> _GOAL OF THE EXERCISE_: For the listing below, output exactly the lines from the line with "Smallest value allowed." up to and including the line with "by another orbit.", and no other lines.

ENTRIES SUPPLIED below:

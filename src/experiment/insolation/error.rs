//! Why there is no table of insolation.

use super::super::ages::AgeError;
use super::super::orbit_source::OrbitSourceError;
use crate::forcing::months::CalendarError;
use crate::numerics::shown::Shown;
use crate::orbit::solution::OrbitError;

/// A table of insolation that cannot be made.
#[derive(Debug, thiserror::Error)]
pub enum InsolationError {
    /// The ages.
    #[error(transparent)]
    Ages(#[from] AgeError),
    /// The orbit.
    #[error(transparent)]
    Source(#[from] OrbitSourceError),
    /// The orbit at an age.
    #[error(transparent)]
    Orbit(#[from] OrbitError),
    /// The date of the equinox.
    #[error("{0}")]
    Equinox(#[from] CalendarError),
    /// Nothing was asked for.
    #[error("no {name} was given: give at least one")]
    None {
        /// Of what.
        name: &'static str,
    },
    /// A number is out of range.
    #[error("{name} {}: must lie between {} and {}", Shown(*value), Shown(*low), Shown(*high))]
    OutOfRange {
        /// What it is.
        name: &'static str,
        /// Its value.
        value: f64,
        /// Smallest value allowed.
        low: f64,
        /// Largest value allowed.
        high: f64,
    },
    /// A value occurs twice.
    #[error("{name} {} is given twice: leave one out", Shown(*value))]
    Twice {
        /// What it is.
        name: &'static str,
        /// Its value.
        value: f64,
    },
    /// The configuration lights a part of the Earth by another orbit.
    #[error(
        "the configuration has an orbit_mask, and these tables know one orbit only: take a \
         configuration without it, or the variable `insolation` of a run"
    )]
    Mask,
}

End of ENTRIES SUPPLIED.

> _RESULT BELOW_:
        /// Smallest value allowed.
        low: f64,
        /// Largest value allowed.
        high: f64,
    },
    /// A value occurs twice.
    #[error("{name} {} is given twice: leave one out", Shown(*value))]
    Twice {
        /// What it is.
        name: &'static str,
        /// Its value.
        value: f64,
    },
    /// The configuration lights a part of the Earth by another orbit.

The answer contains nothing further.